United States TV coverage
- Network: ESPN
- Announcers: Sean McDonough and Craig James

= 1991 Liberty Bowl =

The 1991 Liberty Bowl was a college football postseason bowl game played on December 29, 1991, in Memphis, Tennessee. The 33rd edition of the Liberty Bowl, the game matched the Air Force Falcons and the Mississippi State Bulldogs.

==Background==
The Falcons finished 3rd in the Western Athletic Conference while the Bulldogs finished tied for 4th in the Southeastern Conference.
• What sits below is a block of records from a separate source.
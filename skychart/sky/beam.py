"""Direct light: transmission from any altitude toward the sun, rays bent, the planet's shadow exact."""

from concurrent.futures import ThreadPoolExecutor
from dataclasses import dataclass

import numpy as np
from numpy.typing import NDArray

from skychart.sky.refraction import BentRays
from skychart.sky.shells import Shells

Array = NDArray[np.float64]

THREADS = 2  # numpy lets other threads work; more would not pay
_STEP_DEG = 0.0625
# Columns are computed on coarser steps, as the air mass bends little over them: (up to this zenith angle, every)
_COMPUTED = ((60.0, 1.0), (75.0, 0.5), (85.0, 0.25))


def transmission(shells: Shells, start: int, cos_zenith: Array) -> Array:
    """Irradiance normal to the beam at boundary ``start`` over that outside the air, (..., wavelength); 0 in shadow."""
    rays = BentRays.of(shells)
    seen = rays.apparent(start, np.arccos(np.clip(cos_zenith, -1, 1)))
    clear = seen <= rays.lowest(start)
    beam = rays.thinned(start, seen)[..., None] * np.exp(-rays.depth(start, np.cos(seen)))
    return np.where(clear[..., None], beam, 0.0)


@dataclass(frozen=True, eq=False)
class SunTable:
    """Irradiance of the beam over that outside, on (boundary, solar zenith angle every 1/16 degree, wavelength).

    Zenith angles are geometric, rays bent. Beyond the shadow's edge the table goes on smoothly, so that interpolation
    knows no edge; ``at`` cuts it exactly.
    """

    values: NDArray[np.float32]  # (boundary, zenith angle, wavelength)
    refraction: Array  # [rad], (boundary, zenith angle)
    edge: Array  # (boundary,), zenith angle of the shadow's edge in steps of the table

    @classmethod
    def of(cls, shells: Shells) -> "SunTable":
        """Tabulate for every boundary of ``shells``."""
        rays = BentRays.of(shells)
        boundaries = range(len(shells.altitude_km))
        lowest = np.array([rays.lowest(start) for start in boundaries])
        at_edge = [float(rays.refraction(start, np.cos(lowest[start]))) for start in boundaries]
        edge = np.degrees(lowest + at_edge) / _STEP_DEG
        uniform = np.arange(0.0, edge.max() + 2) * _STEP_DEG
        computed = _computed_angles(uniform)
        cosine = np.cos(np.radians(computed))
        values = np.empty((len(edge), len(uniform), shells.extinction_depth.shape[1]), np.float32)
        refraction = np.empty(values.shape[:2])

        def fill(start: int) -> None:
            bent = rays.refraction(start, cosine)
            place = np.interp(uniform, computed + np.degrees(bent), np.arange(len(computed)))
            low = np.minimum(place.astype(int), len(computed) - 2)
            part = place - low
            refraction[start] = bent[low] + part * (bent[low + 1] - bent[low])
            depth = rays.depth(start, cosine)
            depth -= np.log(_thinned(np.radians(computed), bent, lowest[start]))[:, None]
            values[start] = np.exp(-(depth[low] + part[:, None] * (depth[low + 1] - depth[low])))

        with ThreadPoolExecutor(THREADS) as pool:
            list(pool.map(fill, boundaries))
        return cls(values, refraction, edge)

    def at(self, boundary: NDArray[np.intp], cos_zenith: Array) -> NDArray[np.float32]:
        """Transmission toward the sun from ``boundary`` (index), (..., wavelength); arguments broadcast to (...)."""
        angles = self.values.shape[1]
        place = np.arccos(cos_zenith) * (180 / np.pi / _STEP_DEG)
        clear = place <= self.edge[boundary]
        low = np.minimum(place.astype(np.intp), angles - 2)
        part = ((place - low) * clear).astype(np.float32)[..., None]
        rest = clear[..., None] - part
        flat = self.values.reshape(-1, self.values.shape[2])
        row = low + boundary * angles
        return rest * flat.take(row, axis=0) + part * flat.take(row + 1, axis=0)

    def apparent(self, boundary: int, zenith_angle: Array) -> Array:
        """Apparent zenith angle [rad] of the sun at ``boundary``, by its geometric one; broadcasts."""
        place = np.degrees(zenith_angle) / _STEP_DEG
        return zenith_angle - np.interp(place, np.arange(self.values.shape[1]), self.refraction[boundary])


def _thinned(angle: Array, refraction: Array, lowest: float) -> Array:
    """``BentRays.thinned`` from refraction known at apparent zenith angles; past the grazing ray, what that one has."""
    clear = angle <= lowest
    stretch = 1 + np.gradient(refraction[clear], angle[clear])
    seen, true = np.sin(angle[clear]), np.sin((angle + refraction)[clear])
    thinned = np.ones_like(angle)
    thinned[clear] = np.where(true > 0, seen / np.where(true > 0, true, 1), 1 / stretch) / stretch
    thinned[~clear] = thinned[clear][-1]
    return thinned


def _computed_angles(uniform: Array) -> Array:
    keep = np.ones(len(uniform), bool)
    below = 0.0
    for limit, every in _COMPUTED:
        inside = (uniform >= below) & (uniform < limit)
        keep &= ~inside | (np.round(uniform / _STEP_DEG) % round(every / _STEP_DEG) == 0)
        below = limit
    return uniform[keep]
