"""Named kinds of haze, made from particles whose scattering is tabulated.

Particles and their mixing: Hess M., Koepke P., Schult I. 1998, Optical Properties of Aerosols and Clouds: The Software
Package OPAC, Bull. Amer. Meteor. Soc. 79, 831-844, doi:10.1175/1520-0477(1998)079<0831:OPOAAC>2.0.CO;2; their
scattering by Mie's theory, see the headers of the tables. Optical depths and scale heights are common round figures, no
source: clean and ordinary continental air, a day of marked haze, clean sea air, dust over a dry country.
"""

from collections.abc import Mapping
from dataclasses import dataclass
from types import MappingProxyType

import numpy as np
from numpy.typing import ArrayLike, NDArray

from skychart.data import load_table
from skychart.errors import InputError
from skychart.sky.haze import Haze
from skychart.sky.wavelengths import checked_wavelength

Array = NDArray[np.float64]


@dataclass(frozen=True)
class HazeType:
    """A kind of haze: `aerosol` as the tables call it at `humidity_percent`, and how much of it there usually is.

    `depth_550`: optical depth from sea level up at 550 nm. `scale_height_km`: over which its density falls to 1/e.
    """

    aerosol: str
    humidity_percent: float
    depth_550: float
    scale_height_km: float


# Marked haze keeps the particles of ordinary continental air: there is more of them, and no soot of towns is implied.
HAZE_TYPES: Mapping[str, HazeType] = MappingProxyType(
    {
        "clean": HazeType("continental_clean", 80, 0.05, 2),
        "average": HazeType("continental_average", 80, 0.15, 2),
        "hazy": HazeType("continental_average", 80, 0.40, 2),
        "maritime": HazeType("maritime_clean", 80, 0.10, 1),
        "dusty": HazeType("desert", 50, 0.40, 2),
    }
)


def haze_of(
    name: str,
    altitude_km: ArrayLike,
    wavelength_nm: ArrayLike,
    depth_550: float | None = None,
    scale_height_km: float | None = None,
) -> Haze:
    """Haze called `name`, one of `HAZE_TYPES`, in the layers between `altitude_km`.

    `altitude_km`: borders of the layers, ascending from 0 or more [km], shape (level,). `wavelength_nm`: 300 to 1000
    [nm], shape (wavelength,). `depth_550`: optical depth of all that lies above sea level at 550 nm, 0 or more;
    `scale_height_km`: above 0 [km]; the type's own where not given. The density falls as exp(-z / H), so a layer's
    depth does not depend on the other borders, and what lies above the last of them is left out.

    Extinction, single-scattering albedo and phase function are read between tabulated wavelengths on a logarithmic
    axis, extinction and phase function by their logarithms. Phase functions are tabulated from 400 to 700 nm and held
    beyond. Raises InputError.
    """
    if name not in HAZE_TYPES:
        raise InputError(f"unknown haze {name!r}; known: {', '.join(HAZE_TYPES)}")
    kind = HAZE_TYPES[name]
    depth_550 = kind.depth_550 if depth_550 is None else depth_550
    scale_height_km = kind.scale_height_km if scale_height_km is None else scale_height_km
    if not (np.isfinite(depth_550) and depth_550 >= 0):
        raise InputError(f"haze optical depth at 550 nm is {depth_550}, accepted is 0 or more")
    if not (np.isfinite(scale_height_km) and scale_height_km > 0):
        raise InputError(f"haze scale height is {scale_height_km} km, accepted is more than 0")
    altitude = np.asarray(altitude_km, dtype=float)
    if altitude.ndim != 1 or altitude.size < 2 or altitude[0] < 0 or not np.all(np.diff(altitude) > 0):
        raise InputError(f"altitude has shape {altitude.shape}, accepted are two or more, ascending from 0 or more")
    extinction, albedo = _bulk(kind, wavelength_nm)
    angle_deg, phase = _phase_function(kind.aerosol, wavelength_nm)
    share = -np.diff(np.exp(-altitude / scale_height_km))
    return Haze(depth_550 * share[:, None] * extinction, albedo, angle_deg, phase)


def _bulk(kind: HazeType, wavelength_nm: ArrayLike) -> tuple[Array, Array]:
    """Extinction relative to 550 nm and single-scattering albedo, each (wavelength,)."""
    columns = load_table("aerosol_bulk_opac_mie").columns
    rows = (columns["type"] == kind.aerosol) & (columns["rh_percent"] == kind.humidity_percent)
    tabulated_nm = columns["wavelength_nm"][rows]
    wavelength = checked_wavelength(wavelength_nm, tabulated_nm[0], tabulated_nm[-1])
    if wavelength.ndim != 1:
        raise InputError(f"wavelengths have shape {wavelength.shape}, accepted is one axis")
    at, tabulated = np.log(wavelength), np.log(tabulated_nm)
    extinction = np.exp(np.interp(at, tabulated, np.log(columns["ext_ratio_550"][rows])))
    return extinction, np.interp(at, tabulated, columns["ssa"][rows])


def _phase_function(aerosol: str, wavelength_nm: ArrayLike) -> tuple[Array, Array]:
    """Scattering angles [deg], (angle,), and the phase function, (wavelength, angle)."""
    columns = load_table("aerosol_phase_functions_mie").columns
    prefix = f"{aerosol}_"
    tabulated_nm = np.array([float(label.removeprefix(prefix)) for label in columns if label.startswith(prefix)])
    log = np.log([columns[f"{prefix}{wavelength:.0f}"] for wavelength in tabulated_nm])
    place = np.interp(np.log(np.asarray(wavelength_nm, dtype=float)), np.log(tabulated_nm), np.arange(len(log)))
    low = np.minimum(place.astype(np.intp), len(log) - 2)
    return columns["angle_deg"], np.exp(log[low] + (place - low)[:, None] * (log[low + 1] - log[low]))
This was Air Force's third consecutive Liberty Bowl; it was Mississippi State's first bowl appearance since 1981, and first Liberty Bowl since 1963.

==Game summary==
One yard scoring runs by fullback Jason Jones and Rob Perez gave the Falcons a 14-0 first quarter lead, with Perez's touchdown coming six plays after the kickoff returner fumbled the ball back to the Falcons. Shannon Yates recovered a fumble and ran 35 yards for a touchdown to make it 21-0. Sleepy Robinson threw a touchdown pass to Trenell Edwards to culminate a 76-yard drive with :35 remaining in the half. While the Falcons only scored three points in the third quarter, they controlled the ball for 13:12, though Scott Hufford scored on a 31-yard touchdown run on the 2nd play of the fourth quarter. Michael Davis ran for a touchdown to make it 31-15 with 7:23 remaining, but the Falcons held on to win. Rob Perez ran for 318 yards while only attempting two passes in the entire game. Air Force outgained the Bulldogs in time of possession by 37:34-22:26.

==Aftermath==
Air Force quarterback Rob Perez was named game MVP. He had also been MVP of the prior edition of the Liberty Bowl, making this the first (and to date, only) instance of a player being named Liberty Bowl MVP more than once. The Falcons finished the season ranked number 25 in the AP Poll. They reached the Liberty Bowl again the following season. The Bulldogs next played in the Liberty Bowl in 2007.